Long-term
military objectives that are driving development
of technology in this area are :
high mission benefit,
which for information gathering includes
discrimination between objects of interest
and potential interference
potential for different mission needs (e.g. to be an information network node)
improved endurance
moderately high survivability (e.g. suitably
low probability of detection in line with the
application)
safe operation (in particular when operating
in conjunction with manned vehicles)
reduced operator workload and training needs
(e.g. ease of deployment, operation and recovery)
reduced need for mission-control based communications
/ improved management of communications (e.g.
in reduced bandwidth)
low total system whole life costs and ease of upgrade (e.g. technology insertion,
robustness to component / sub-system obsolescence, high fuel efficiency)

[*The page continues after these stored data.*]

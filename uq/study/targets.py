"""The target grammar of tolerance studies: what the inner-surface temperature must satisfy.

A target is one line of text, parsed by :func:`parse_target` into a :class:`Target`:

=============================  ==============================================================
``P95 <= limit``               the 95th percentile must not exceed the study limit
``P99 <= 44 degC``             the 99th percentile must not exceed 44 degC (any temperature
                               unit pint knows: ``K``, ``degC``, ``degF``)
``P97.5 <= 317 K``             any percentile level strictly between 0 and 100
``P(exceed) <= 1 %``           the probability of exceeding the study limit must not exceed 1 %
``P(exceed) <= 0.01``          the same as a fraction (a bare number must lie in (0, 1))
=============================  ==============================================================

``P`` and the words ``limit`` and ``exceed`` may be written in any case; spaces are optional
except inside the temperature (``"44 degC"``). Only ``<=`` is accepted. "Exceed" always means
strictly above the study's limit (``[study] limit``). Where a study sweeps exposures the target
must hold at every exposure (see :mod:`plyrisk.tolerances.study`).
"""

from __future__ import annotations

import math
import re
from dataclasses import dataclass

from plyrisk.study.units import TEMPERATURE, UnitError, parse_value

__all__ = ["TARGET_FORMS", "Target", "parse_target"]

TARGET_FORMS = ("P95 <= limit", "P99 <= 44 degC", "P(exceed) <= 1 %", "P(exceed) <= 0.01")
"""Examples of every valid form, quoted in error messages."""

_QUANTILE = re.compile(r"^p\s*(\d+(?:\.\d*)?|\.\d+)\s*<=\s*(.+?)$", re.IGNORECASE)
_EXCEED = re.compile(r"^p\s*\(\s*exceed\s*\)\s*<=\s*(.+?)$", re.IGNORECASE)
_NUMBER = re.compile(r"^([-+]?(?:\d+\.?\d*|\.\d+)(?:[eE][-+]?\d+)?)\s*(%?)$")


@dataclass(frozen=True)
class Target:
    """A parsed target: a quantile bound or an exceedance-probability bound.

    Parameters
    ----------
    kind
        ``"quantile"`` (``P<q> <= T``) or ``"exceedance"`` (``P(exceed) <= p``).
    probability
        Quantile level in (0, 1) for a quantile target; ``nan`` for an exceedance target.
    threshold
        The bound: a temperature [K] for a quantile target (``nan`` when it is the study
        limit), a probability in (0, 1) for an exceedance target.
    text
        The target as written, whitespace normalised.
    """

    kind: str
    probability: float
    threshold: float
    text: str

    @property
    def uses_limit(self) -> bool:
        """True when the bound is (or refers to) the study's limit."""
        return self.kind == "exceedance" or math.isnan(self.threshold)

    def bound(self, limit: float) -> float:
        """The numeric bound the metric is compared with.

        Parameters
        ----------
        limit
            The study's inner-surface temperature limit [K].

        Returns
        -------
        float
            [K] for a quantile target, a probability for an exceedance target.
        """
        if self.kind == "quantile" and math.isnan(self.threshold):
            return float(limit)
        return self.threshold

    @property
    def label(self) -> str:
        """Short name of the metric, e.g. ``"P95"`` or ``"P(exceed)"``."""
        if self.kind == "exceedance":
            return "P(exceed)"
        return f"P{100.0 * self.probability:.10g}"


def _bad(text: str, why: str) -> ValueError:
    forms = ", ".join(repr(f) for f in TARGET_FORMS)
    return ValueError(f"bad target {text!r}: {why}; valid forms: {forms}")


def parse_target(text: str) -> Target:
    """Parse a target string (grammar in the module docstring).

    Parameters
    ----------
    text
        E.g. ``"P95 <= limit"`` or ``"P(exceed) <= 1 %"``.

    Returns
    -------
    Target

    Raises
    ------
    ValueError
        One line naming the text, what is wrong and the valid forms.

    Examples
    --------
    >>> from plyrisk.study.targets import parse_target
    >>> parse_target("P95 <= limit")
    Target(kind='quantile', probability=0.95, threshold=nan, text='P95 <= limit')
    >>> target = parse_target("P99  <=  45 degC")
    >>> target.label, round(target.threshold, 6), target.text
    ('P99', 318.15, 'P99 <= 45 degC')
    >>> parse_target("P(exceed) <= 1 %").threshold
    0.01
    >>> parse_target("P95 < limit")
    Traceback (most recent call last):
    ...
    ValueError: bad target 'P95 < limit': expected '<=' between the metric and its bound; ...
    """
    if not isinstance(text, str):
        raise _bad(str(text), f"expected a string, got {type(text).__name__}")
    clean = " ".join(text.split())
    if not clean:
        raise _bad(text, "empty")
    m = _EXCEED.match(clean)
    if m:
        return Target("exceedance", math.nan, _probability(clean, m.group(1)), clean)
    m = _QUANTILE.match(clean)
    if m:
        level = float(m.group(1))
        if not 0.0 < level < 100.0:
            raise _bad(text, f"percentile level {m.group(1)} must lie strictly between 0 and 100")
        bound = m.group(2).strip()
        if bound.lower() == "limit":
            threshold = math.nan
        else:
            try:
                threshold = parse_value(bound, TEMPERATURE).si
            except UnitError as err:
                raise _bad(text, f"bound {bound!r} is not 'limit' or a temperature ({err})"
                           ) from None
            if not threshold > 0.0:
                raise _bad(text, f"temperature {bound!r} is not above absolute zero")
        return Target("quantile", level / 100.0, threshold, clean)
    if "<=" not in clean:
        raise _bad(text, "expected '<=' between the metric and its bound")
    raise _bad(text, "the metric must be P<percentile> (e.g. P95) or P(exceed)")


def _probability(text: str, raw: str) -> float:
    m = _NUMBER.match(raw.strip())
    if m is None:
        raise _bad(text, f"probability {raw!r} must be a number, or a number followed by '%'")
    value = float(m.group(1))
    if m.group(2):
        if not 0.0 < value < 100.0:
            raise _bad(text, f"probability {raw!r} must lie strictly between 0 % and 100 %")
        return value / 100.0
    if not 0.0 < value < 1.0:
        raise _bad(text, f"probability {raw!r} must lie strictly between 0 and 1 (or be "
                   "given in %)")
    return value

The DTC has developed a set of 'capability
challenges' describing situations where the use of
autonomous systems might enable or improve a military
task currently not possible or currently carried out
by less effective means. They are intended :
To guide existing DTC researchers
in considering possible application areas for
their research.
As an extra consideration for
those making proposals for new DTC research. In
this context, please note that, whilst it may be
useful if a proposal is explicitly linked to specific
capability challenge(s), this will not necessarily
guarantee success; the proposal will usually also
need to address specific technology gaps as defined
in the calls for proposals published from time
to time on this website.
Click
on the link in the table below to download the latest
version of these challenges.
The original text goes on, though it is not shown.